Work to be completed: Using the entries below, return word for word the lines from the one containing "n0 = (n - float(np.sum(sizes**2))" up to and including the last.

(Stored items)
'''

def _column(ctx: CheckContext, key: str) -> pd.Series | None:
    name = getattr(ctx.spec, key)
    if name is None:
        return None
    if name not in ctx.frame.columns:
        raise DataError(
            f"The {key} column '{name}' is not among the analysed data's columns.",
            ctx.spec.locate(key),
            f"Name an existing column in '{key}:' (columns: {', '.join(map(str, ctx.frame.columns))}).",
        )
    values = ctx.frame[name]
    if values.isna().any():
        raise DataError(
            f"The {key} column '{name}' has {int(values.isna().sum())} missing values among the analysed rows.",
            ctx.spec.locate(key),
            f"Exclude those rows with a rule such as 'is_missing({name})', or fill the column.",
        )
    return values


def order_values(ctx: CheckContext) -> np.ndarray | None:
    """Sort keys of the declared ``order`` column (None when none is declared).

    Numbers and dates sort by value, ordered categories by their order, other
    text alphabetically. Raises :class:`DataError` when the column is missing.
    """
    values = _column(ctx, "order")
    if values is None:
        return None
    if pd.api.types.is_datetime64_any_dtype(values):
        return values.astype("int64").to_numpy(dtype=float)
    if pd.api.types.is_numeric_dtype(values) and not pd.api.types.is_bool_dtype(values):
        return values.to_numpy(dtype=float)
    if isinstance(values.dtype, pd.CategoricalDtype) and values.cat.ordered:
        return values.cat.codes.to_numpy(dtype=float)
    codes, _ = pd.factorize(values.astype(str), sort=True)
    return codes.astype(float)


def group_values(ctx: CheckContext) -> np.ndarray | None:
    """Integer codes of the declared ``groups`` column (None when none is declared)."""
    values = _column(ctx, "groups")
    if values is None:
        return None
    codes, _ = pd.factorize(values, sort=True)
    return codes.astype(np.intp)


def breusch_godfrey(resid: np.ndarray, x: np.ndarray) -> tuple[float, float]:
    """Lag-1 LM test: n R^2 of e_t on X and e_{t-1} (e_0 = 0), chi^2(1) (Breusch 1978; Godfrey 1978)."""
    e = np.asarray(resid, dtype=float)
    lagged = np.concatenate([[0.0], e[:-1]])
    z = np.column_stack([x, lagged])
    coef, *_ = np.linalg.lstsq(z, e, rcond=None)
    fitted = z @ coef
    centred = e - e.mean()
    r2 = 1.0 - float(np.sum((e - fitted) ** 2)) / float(centred @ centred)
    lm = e.size * r2
    return float(lm), float(stats.chi2.sf(lm, 1))


def serial_summary(resid_in_order: np.ndarray) -> dict[str, float]:
    """Durbin-Watson d and the lag-1 autocorrelation (slope of e_t on e_{t-1}) with its t.

    The slope form is the AR(1) regression test of Wooldridge (2019, sect. 12.2).
    """
    e = np.asarray(resid_in_order, dtype=float)
    d = float(durbin_watson(e))
    lag, now = e[:-1], e[1:]
    lag_c = lag - lag.mean()
    sxx = float(lag_c @ lag_c)
    rho = float(lag_c @ (now - now.mean())) / sxx if sxx > 0 else float("nan")
    resid = now - now.mean() - rho * lag_c
    dof = now.size - 2
    se = float(np.sqrt((resid @ resid) / dof / sxx)) if dof > 0 and sxx > 0 else float("nan")
    return {"durbin_watson": d, "rho": rho, "rho_t": rho / se if se > 0 else float("nan")}


def cluster_summary(resid: np.ndarray, groups: np.ndarray) -> dict[str, float]:
    """ICC of the residuals by the one-way ANOVA estimator, design effect and effective n.

    ICC = (MSB - MSW) / (MSB + (n0 - 1) MSW), n0 = (N - sum n_g^2 / N) / (G - 1)
    (Fisher 1925; Donner 1986, from memory); DEFF = 1 + (m - 1) ICC with m the
    mean cluster size (Kish 1965).
    """
    e = np.asarray(resid, dtype=float)
    _, g = np.unique(np.asarray(groups), return_inverse=True)
    sizes = np.bincount(g).astype(float)
    n, k = float(e.size), float(sizes.size)
    means = np.bincount(g, weights=e) / sizes
    grand = e.mean()
    ssb = float(np.sum(sizes * (means - grand) ** 2))
    ssw = float(np.sum((e - means[g]) ** 2))
    msb = ssb / (k - 1) if k > 1 else float("nan")
    msw = ssw / (n - k) if n > k else float("nan")
    n0 = (n - float(np.sum(sizes**2)) / n) / (k - 1) if k > 1 else float("nan")
    icc = (
        (msb - msw) / (msb + (n0 - 1) * msw)
        if k > 1 and n > k and msb + (n0 - 1) * msw > 0
        else float("nan")
    )
    f = msb / msw if msw > 0 else float("nan")
    p = float(stats.f.sf(f, k - 1, n - k)) if np.isfinite(f) else float("nan")
    mean_size = n / k
    deff = 1.0 + (mean_size - 1.0) * max(icc, 0.0) if np.isfinite(icc) else float("nan")
    return {
        "icc": float(icc),
        "f": float(f),
        "p": p,
        "df1": k - 1,
        "df2": n - k,
        "clusters": k,
        "mean_size": mean_size,
        "design_effect": deff,
        "effective_n": n / deff if np.isfinite(deff) and deff > 0 else float("nan"),
        "size_cv": float(np.std(sizes) / np.mean(sizes)),
        "smallest": float(sizes.min()),
        "largest": float(sizes.max()),
    }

'''

Written reply:
    n0 = (n - float(np.sum(sizes**2)) / n) / (k - 1) if k > 1 else float("nan")
    icc = (
        (msb - msw) / (msb + (n0 - 1) * msw)
        if k > 1 and n > k and msb + (n0 - 1) * msw > 0
        else float("nan")
    )
    f = msb / msw if msw > 0 else float("nan")
    p = float(stats.f.sf(f, k - 1, n - k)) if np.isfinite(f) else float("nan")
    mean_size = n / k
    deff = 1.0 + (mean_size - 1.0) * max(icc, 0.0) if np.isfinite(icc) else float("nan")
    return {
        "icc": float(icc),
        "f": float(f),
        "p": p,
        "df1": k - 1,
        "df2": n - k,
        "clusters": k,
        "mean_size": mean_size,
        "design_effect": deff,
        "effective_n": n / deff if np.isfinite(deff) and deff > 0 else float("nan"),
        "size_cv": float(np.std(sizes) / np.mean(sizes)),
        "smallest": float(sizes.min()),
        "largest": float(sizes.max()),
    }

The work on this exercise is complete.